Pinggan Smaraṇa, Peranti Saji Apik Karya Didiet Maulana yang Hadirkan Sentuhan Royal di Meja Makan

Vinsensia DianawantiDiterbitkan 19 Februari 2026, 13:30 WIB

Fimela.com, Jakarta - Desain dan tampilan peranti saji atau peralatan makan ternyata bukan sekadar elemen estetika, tetapi juga berpengaruh pada pengalaman menyantap hidangan. Sejumlah studi psikologi lingkungan menunjukkan bahwa warna, tekstur, hingga detail visual pada piring dan mangkuk dapat memengaruhi persepsi rasa serta meningkatkan kenikmatan makan.

Psikolog menilai, elemen visual bernuansa hangat dan harmonis mampu membangun suasana emosional yang lebih positif, sehingga momen makan terasa lebih intim dan berkesan. Dalam konteks ini, peranti saji menjadi bagian dari pengalaman multisensori yang memperkaya kebersamaan.

Semangat tersebut dihadirkan oleh IKAT Indonesia by Didiet Maulana melalui kolaborasi bersama ZEN Tableware. Kolaborasi ini melahirkan koleksi peranti saji heritage bertajuk “Pinggan Smaraṇa”, rangkaian tableware yang terdiri dari dinner plate, salad plate, bowl, hingga tea set, yang memadukan nilai tradisi, kepekaan desain, dan fungsi modern.

Melalui koleksi ini, IKAT Indonesia menghadirkan pengalaman visual baru dalam keseharian. Pinggan Smaraṇa dirancang untuk menemani berbagai momen hidup, menjadikan setiap sajian tidak hanya sebagai hidangan, tetapi juga sebagai bagian dari cerita dan perayaan kebersamaan.

 

What's On Fimela
Dari peranti saji yang apik, Didiet Maulana hadirkan kehangatan senja Nusantara di meja makan (IKAT Indonesia)
2 dari 3 halaman

Inspirasi Hangat dari Senja Nusantara

Dari peranti saji yang apik, Didiet Maulana hadirkan kehangatan senja Nusantara di meja makan (IKAT Indonesia)

Koleksi ini menjadi wujud nyata visi IKAT Indonesia dalam merangkul kekayaan budaya Nusantara dan menerjemahkannya secara berkelanjutan ke dalam konteks gaya hidup modern. Lewat kolaborasi lintas industri tersebut, inspirasi Nusantara dihadirkan dalam produk lifestyle yang dirancang dengan kepekaan desain, ketelitian produksi, serta penghormatan terhadap nilai budaya.

Pinggan Smaraṇa terinspirasi dari kehangatan matahari terbit dan terbenam di tepi pantai Nusantara. Momen tersebut menghadirkan bisikan lembut akan keindahan alam Indonesia saat warna senja perlahan larut dalam malam yang hangat, menciptakan penghayatan yang menenangkan jiwa.

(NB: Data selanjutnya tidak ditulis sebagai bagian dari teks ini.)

function upload(c: Caller, path: string, kind: 'photo' | 'measurement') {
  return c.agent.post(path).set('X-CSRF-Token', c.csrf).attach('file', kind === 'photo' ? PHOTO : MEASUREMENT, kind === 'photo' ? 'plan.png' : 'response.txt')
}

/** One world of fixtures, made through the API as the product's users would. */
async function makeWorld(): Promise<World> {
  const o = callers.owner
  const post = (c: Caller, url: string, body: unknown, status: number) => c.agent.post(url).set('X-CSRF-Token', c.csrf).send(body as object).expect(status)
  const r = (await post(o, '/api/rooms', (routeEntries['POST /api/rooms'][0].body as () => unknown)(), 201)).body
  const c = (await post(o, '/api/cases', { roomId: r.id, title: 'World case: boom at 41 Hz' }, 201)).body
  await o.agent.patch(`/api/cases/${c.id}`).set('X-CSRF-Token', o.csrf).send({ status: 'submitted', fromStatus: 'draft' }).expect(200)
  const dr = (await post(o, '/api/rooms', { ...(routeEntries['POST /api/rooms'][0].body as () => object)(), name: 'Draft-only room' }, 201)).body
  const d = (await post(o, '/api/cases', { roomId: dr.id, title: 'World draft' }, 201)).body
  const photo = (await upload(o, `/api/cases/${c.id}/files`, 'photo').expect(201)).body
  const measurement = (await upload(o, `/api/cases/${c.id}/files`, 'measurement').expect(201)).body
  const noteFileName = `note-attachment-${c.id.slice(0, 8)}.png`
  const noteFile = (await callers.advisor.agent.post(`/api/cases/${c.id}/files`).set('X-CSRF-Token', callers.advisor.csrf).attach('file', PHOTO, noteFileName).expect(201)).body
  await post(callers.advisor, `/api/cases/${c.id}/messages`, { body: 'Team only: compare with the 41 Hz photo', internal: true, fileIds: [noteFile.id] }, 201)
  const snippet = (await post(callers.advisor, '/api/snippets', { title: `World snippet ${c.id.slice(0, 8)}`, body: 'Hello {{listener.name}}', scope: 'team' }, 201)).body
  const personal = (await post(callers.advisor, '/api/snippets', { title: `World own snippet ${c.id.slice(0, 8)}`, body: 'My own words, {{listener.name}}' }, 201)).body
  const filter = (await post(callers.advisor, '/api/saved-filters', { name: `World ${c.id.slice(0, 8)}`, query: { scope: 'unassigned' } }, 201)).body
  const [{ reply_token }] = await db().query<{ reply_token: string }>('SELECT reply_token FROM cases WHERE id = $1', { bind: [c.id], type: QueryTypes.SELECT })
  return {
    roomId: r.id, draftRoomId: dr.id, caseId: c.id, draftId: d.id, photoId: photo.id, measurementId: measurement.id, noteFileId: noteFile.id, noteFileName,
    snippetId: snippet.id, personalSnippetId: personal.id, filterId: filter.id, owner: { email: users.owner.email, password: users.owner.password }, replyToken: reply_token,
  }
}

/** Every route of the real app: `METHOD /path` as declared, walked from the Express router stack. */
function enumerateRoutes(app: Express): string[] {
  const out = new Set<string>()
  type Layer = { rawPath?: unknown; route?: { path: string; methods: Record<string, boolean> }; handle?: { stack?: Layer[] } }
  const walk = (stack: Layer[], prefix: string) => {
    for (const layer of stack) {
      const raw = typeof layer.rawPath === 'string' ? layer.rawPath : ''
      if (layer.route) {
        const full = (prefix + (layer.route.path === '/' ? '' : layer.route.path)) || '/'
        for (const [m, on] of Object.entries(layer.route.methods)) if (on && m !== '_all') out.add(`${m.toUpperCase()} ${full}`)
      } else if (layer.handle?.stack) {
        walk(layer.handle.stack, prefix + (raw === '/' ? '' : raw))
      }
    }
  }
  walk((app as unknown as { router: { stack: Layer[] } }).router.stack, '')
  return [...out].filter((r) => r.split(' ')[1].startsWith('/api/')).sort()
}

let shared: World
/** The app as createApp builds it for the server (socket.io wraps the server's own request listener). */
let built: BuiltApp
beforeAll(async () => {
  setConfigForTests({ ...base, FAKE_SMTP: 'on' })
  PHOTO = await png(48, 32)
  built = createApp({ clientDir: false })
  server = await startServer({ port: 0, clientDir: false, background: false })
  for (const who of ['owner', 'other', 'advisor', 'supervisor'] as const) {
    users[who] = await makeUser(who === 'owner' || who === 'other' ? 'listener' : who, `Matrix ${who}`)
  }
  for (const who of WHO) callers[who] = await newCaller(who)
  shared = await makeWorld()
}, 120_000)
afterAll(async () => {
  await built?.close()
  await server?.close()
  await stopJobs()
  setConfigForTests(base)
})

async function call(c: Caller, s: Scenario, w: World, method: string) {
  const url = s.path(w)
  let req = (c.agent as unknown as Record<string, (u: string) => request.Test>)[method.toLowerCase()](url)
  if (method !== 'GET') req = req.set('X-CSRF-Token', c.csrf)
  for (const [k, v] of Object.entries(s.headers?.(w) ?? {})) req = req.set(k, v)
  if (s.upload) return upload(c, url, s.upload)
  if (s.body) return req.send(s.body(w, c.who, c.user) as object)
  return req
}

describe('the access matrix covers the whole API', () => {
  it('every route of the real Express router has an entry, and every entry a route', () => {
    const app = built.app
    const routes = enumerateRoutes(app)
    expect(routes.length).toBeGreaterThan(30)
    expect(routes.filter((r) => !routeEntries[r]), 'routes without an entry in access-matrix.entries.ts').toEqual([])
    expect(Object.keys(routeEntries).filter((k) => !routes.includes(k)), 'entries for routes that no longer exist').toEqual([])
  })
  it('every socket event the server handles has an entry, and every entry an event', async () => {
    const s = await connectSocket(server.url, callers.advisor.cookie)
    try {
      const serverSide = [...sockets()!.of('/').sockets.values()].find((x) => x.data.user?.id === users.advisor.id)!
      const events = serverSide.eventNames().map(String).filter((e) => !['disconnect', 'disconnecting', 'error'].includes(e)).sort()
      expect(events.length).toBeGreaterThan(0)
      expect(events.filter((e) => !socketEntries[e]), 'socket events without an entry').toEqual([])
      expect(Object.keys(socketEntries).filter((k) => !events.includes(k)), 'entries for socket events that no longer exist').toEqual([])
    } finally {
      s.disconnect()
    }
  })
})

describe('HTTP routes × callers', () => {
  for (const [key, scenarios] of Object.entries(routeEntries)) {
    const method = key.split(' ')[0]
    for (const s of scenarios) {
      it(`${key}${s.note ? ` (${s.note})` : ''} answers ${WHO.map((w) => `${w} ${s.expect[w]}`).join(', ')}`, async () => {
        const got = {} as Record<Who, number>
        const shapes: string[] = []
        const leaks: string[] = []
        for (const who of WHO) {
          const w = s.fresh === 'world' ? await makeWorld() : shared
          const c = s.fresh === 'session' ? await newCaller(who) : callers[who]
          const res = await call(c, s, w, method)
          got[who] = res.status
          // never a secret to the browser: the case's reply-by-e-mail token appears in no answer to anyone
          if (res.text?.includes(w.replyToken)) leaks.push(`${who}: the reply token`)
          // nor any token or hash under a name of its own (the case a route just created has a token of its own)
          if (/"(reply_?token|token_?hash|password_?hash|password|secret)"\s*:/i.test(res.text ?? '')) leaks.push(`${who}: ${/"(reply_?token|token_?hash|password_?hash|password|secret)"/i.exec(res.text)![0]}`)
          if ((who === 'owner' || who === 'other') && s.hiddenFromListeners) {
            for (const secret of s.hiddenFromListeners(w)) if (res.text?.includes(secret) || JSON.stringify(res.headers).includes(secret)) leaks.push(`${who}: ${secret}`)
          }
          if (res.status >= 400) {
            const e = res.body?.error
            if (!(typeof e?.code === 'string' && typeof e?.message === 'string')) shapes.push(`${who}: ${res.status} without { error: { code, message } }: ${res.text.slice(0, 120)}`)
          }
        }
        expect(got).toEqual(s.expect)
        expect(shapes).toEqual([])
        expect(leaks).toEqual([])
      }, 60_000)
    }
  }

  it('every state-changing route refuses a signed-in request without the CSRF token (403 csrf), except the secret-guarded inbound webhook', async () => {
    const app = built.app
    const wrong: string[] = []
    for (const r of enumerateRoutes(app)) {
      const [method, path] = r.split(' ')
      if (method === 'GET' || path.startsWith('/api/inbound/')) continue
      const url = path.replace(':id', shared.caseId)
      const res = await (callers.supervisor.agent as unknown as Record<string, (u: string) => request.Test>)[method.toLowerCase()](url).send({})
      if (res.status !== 403 || res.body?.error?.code !== 'csrf') wrong.push(`${r}: ${res.status} ${res.body?.error?.code}`)
    }
    expect(wrong).toEqual([])
  })
})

Inspirasi itu diterjemahkan dalam koleksi fine porcelain dengan palet warna elegan bernuansa hangat, meliputi gradasi lavender, turquoise, cokelat, abu-abu, serta sentuhan emas yang halus. Perpaduan warna ini menghadirkan suasana damai dan anggun dalam setiap momen kebersamaan.

 

3 dari 3 halaman

Jembatan Tradisi dan Modernitas

Dari peranti saji yang apik, Didiet Maulana hadirkan kehangatan senja Nusantara di meja makan (IKAT Indonesia)

Pinggan Smaraṇa hadir dalam dua pilihan desain motif, yaitu Burgundy dan Deep Blue. Keduanya dirancang untuk menghadirkan karakter berbeda namun tetap harmonis—Burgundy memancarkan kehangatan dan kemewahan, sementara Deep Blue menawarkan kesan tenang dan reflektif.

Melalui Pinggan Smaraṇa, IKAT Indonesia by Didiet Maulana dan ZEN Tableware menegaskan bahwa peranti saji bukan sekadar pelengkap meja makan. Ia adalah medium yang menjembatani tradisi dan modernitas, memperkaya pengalaman bersantap, serta menghadirkan sentuhan budaya yang elegan dalam setiap kebersamaan.